- First appearance: Tarzan the Ape Man
- Portrayed by: Neil Hamilton Cesare Danova John Phillip Law

In-universe information
- Gender: Male

= Harry Holt (Tarzan) =

Harry Holt is a recurring character who has appeared in four Tarzan films.

==Character==
He was an explorer first portrayed by Neil Hamilton in the first of the Tarzan films starring Johnny Weissmuller: Tarzan the Ape Man. In that 1932 film, Holt is co-leader of the expedition with James Parker (originally named Archimedes Porter in "Tarzan of the Apes"), the father of Jane Parker. He is portrayed as a well-meaning but ineffectual person who has a romantic interest in Jane. Hamilton reprised this role in the 1934 sequel Tarzan and His Mate, in which Holt dies during an attack by lions.

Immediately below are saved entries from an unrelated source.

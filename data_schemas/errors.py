"""Exceptions for bad input. The command line turns these into exit code 2 with no traceback."""

from __future__ import annotations


class StopwiseInputError(ValueError):
    """Bad input or usage: a file, a column, a value, a model spec or an option.

    The message is written for the researcher: what was found, where, and what was expected.
    """


class StopwiseDataError(StopwiseInputError):
    """A data file failed validation; ``report`` holds every problem found."""

    def __init__(self, message: str, report: object | None = None) -> None:
        super().__init__(message)
        self.report = report
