"""Trial sequences of decision-level data (rows sorted by subject, trial, step): steps
from 0 without gaps or duplicates, nothing after a stop or bust, unfinished trials, the bank
against start + step * gain, and design columns constant within a trial (an empty cell,
meaning the default, differs from a given value)."""

from __future__ import annotations

import numpy as np
import pandas as pd

from . import columns as C
from .checker import Checker, Column, add_sorted
from .report import show_value

BANK_RTOL = 1e-6
BANK_ATOL = 1e-9


def check_config_changes(
    ch: Checker,
    cols: dict[str, Column | None],
    order: np.ndarray,
    first: np.ndarray,
    varying_p: np.ndarray | None = None,
) -> None:
    """Design columns must keep the value of the trial's first row (in step order);
    ``varying_p`` marks rows (pool trials) whose p_survive changes with the step."""
    for name in C.TRIAL_CONFIG:
        column = cols.get(name)
        if column is None:
            continue
        values = column.values[order]
        ok = column.ok[order]
        if name == "p_survive" and varying_p is not None:
            ok = ok & ~varying_p[order]
        empty = ch.empty_mask(ch.frame[name]).astype(bool)[order]  # empty = the default
        changed = (ok & ok[first] & (values != values[first])) | (empty != empty[first])
        if not changed.any():
            continue
        raw = ch.frame[name].to_numpy()
        add_sorted(
            ch,
            "config_changes",
            changed,
            order,
            name,
            raw[order],
            lambda i, raw=raw: (
                "the value of the trial's first row (line "
                f"{ch.lines[order[first[i]]]}): {show_value(raw[order[first[i]]])}"
            ),
        )


def in_trials_of(
    flags: np.ndarray, subject: np.ndarray, trial: np.ndarray, order: np.ndarray
) -> bool | np.ndarray:
    """For the rows in ``order``: does their trial also hold a flagged row (a row left out
    of the step checks)? False when nothing is flagged."""
    if not flags.any():
        return False
    flagged = pd.MultiIndex.from_arrays([subject[flags], trial[flags]])
    return pd.MultiIndex.from_arrays([subject[order], trial[order]]).isin(flagged)


def check_bank(ch: Checker, cols: dict[str, Column | None], step: Column, bank: Column) -> None:
    gain, start = cols["gain"], cols["start"]
    if gain is None:
        return
    start_values = start.values if start is not None else np.zeros(ch.n)
    expected = start_values + step.values * gain.values
    usable = bank.ok & step.ok & gain.ok & ~np.isnan(start_values)
    mismatch = usable & ~np.isclose(bank.values, expected, rtol=BANK_RTOL, atol=BANK_ATOL)
    idx = np.flatnonzero(mismatch)
    ch.collector.add_rows(
        "bank_mismatch",
        ch.lines[idx],
        "bank",
        bank.values[idx],
        [
            f"start + step * gain = {show_value(expected[i])}"
            for i in idx[: ch.collector.max_per_kind]
        ]
        + [""] * max(len(idx) - ch.collector.max_per_kind, 0),
    )


def trial_starts(subject: np.ndarray, trial: np.ndarray) -> tuple[np.ndarray, np.ndarray]:
    """For rows sorted by (subject, trial, ...): the first-row-of-trial flags and, per row,
    the position of its trial's first row."""
    n = len(subject)
    new_trial = np.ones(n, dtype=bool)
    if n > 1:
        new_trial[1:] = (subject[1:] != subject[:-1]) | (trial[1:] != trial[:-1])
    starts = np.flatnonzero(new_trial)
    first = starts[np.cumsum(new_trial) - 1] if n else np.zeros(0, dtype=np.int64)
    return new_trial, first


def terminal_rows(
    action: Column | None,
    outcome: Column | None,
    stop_code: int,
    bust_code: int,
    order: np.ndarray,
) -> np.ndarray:
    terminal = np.zeros(len(order), dtype=bool)
    if action is not None:
        terminal |= action.values[order] == stop_code
    if outcome is not None:
        terminal |= outcome.values[order] == bust_code
    return terminal


def check_steps(
    ch: Checker,
    step: np.ndarray,
    order: np.ndarray,
    new_trial: np.ndarray,
    terminal: np.ndarray,
    allow_censored: bool | np.ndarray,
    action: Column | None,
    outcome: Column | None,
    draw_code: int,
) -> None:
    """Duplicates, gaps, rows after the end and unfinished trials (rows sorted by step)."""
    n = len(order)
    if n == 0:
        return
    prev_step = np.r_[-1.0, step[:-1]]
    duplicate = ~new_trial & (step == prev_step)
    lines = ch.lines[order]
    add_sorted(
        ch,
        "duplicate_row",
        duplicate,
        order,
        "step",
        step,
        lambda i: (
            f"one row per (subject, trial, step); line {lines[i - 1]} has the "
            "same subject, trial and step"
        ),
    )
    first_bad = new_trial & (step != 0)
    add_sorted(
        ch,
        "step_gap",
        first_bad,
        order,
        "step",
        step,
        lambda i: "0 at the first decision of a trial",
    )
    gap = ~new_trial & ~duplicate & (step != prev_step + 1)
    add_sorted(
        ch,
        "step_gap",
        gap,
        order,
        "step",
        step,
        lambda i: (
            f"step {int(prev_step[i]) + 1} after step {int(prev_step[i])} (line {lines[i - 1]})"
        ),
    )
    trial_id = np.cumsum(new_trial) - 1
    counted = np.cumsum(terminal)
    starts = np.flatnonzero(new_trial)
    before_trial = (counted - terminal)[starts][trial_id]
    ended_before = (counted - terminal - before_trial) > 0
    after_end = ended_before & ~duplicate
    first_end = first_true_per_trial(terminal, trial_id, len(starts))
    add_sorted(
        ch,
        "row_after_end",
        after_end,
        order,
        "step",
        step,
        lambda i: (
            f"nothing after the trial's "
            f"{end_word(ch, order[first_end[trial_id[i]]])} on line "
            f"{lines[first_end[trial_id[i]]]}"
        ),
    )
    if allow_censored is True or action is None or outcome is None:
        return
    excused = np.zeros(n, dtype=bool) if allow_censored is False else allow_censored
    last = np.r_[new_trial[1:], True]
    never_ended = (counted[last] - (counted - terminal)[starts]) == 0
    last_rows = np.flatnonzero(last)
    clean_draw = (action.values[order[last_rows]] == draw_code) & (
        outcome.values[order[last_rows]] == C.OUTCOMES.index("success")
    )
    unfinished = np.zeros(n, dtype=bool)
    unfinished[last_rows[never_ended & clean_draw & ~excused[last_rows]]] = True
    add_sorted(
        ch,
        "unfinished_trial",
        unfinished,
        order,
        "action",
        "draw/success",
        lambda i: (
            "the trial to end with 'stop' or a 'bust' (pass "
            "allow_censored=True or --allow-censored to keep unfinished trials as "
            "censored)"
        ),
    )


def end_word(ch: Checker, row: int) -> str:
    action = ch.frame["action"].to_numpy()[row] if ch.has("action") else ""
    return "stop" if action == "stop" else "bust"


def first_true_per_trial(flags: np.ndarray, trial_id: np.ndarray, n_trials: int) -> np.ndarray:
    first = np.full(n_trials, -1, dtype=np.int64)
    idx = np.flatnonzero(flags)[::-1]
    first[trial_id[idx]] = idx
    return first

The character also appears in the 1959 and 1981 remakes of the 1932 film, played by Cesare Danova and John Phillip Law respectively.

==Corresponding novel character==
As the initial romantic interest of Jane, Harry can be considered a replacement for Tarzan's paternal cousin, William Cecil Clayton, who was Jane Porter's initial love interest in the novels. However, Harry is neither related to Tarzan nor antagonistic to the ape man as was the case for William.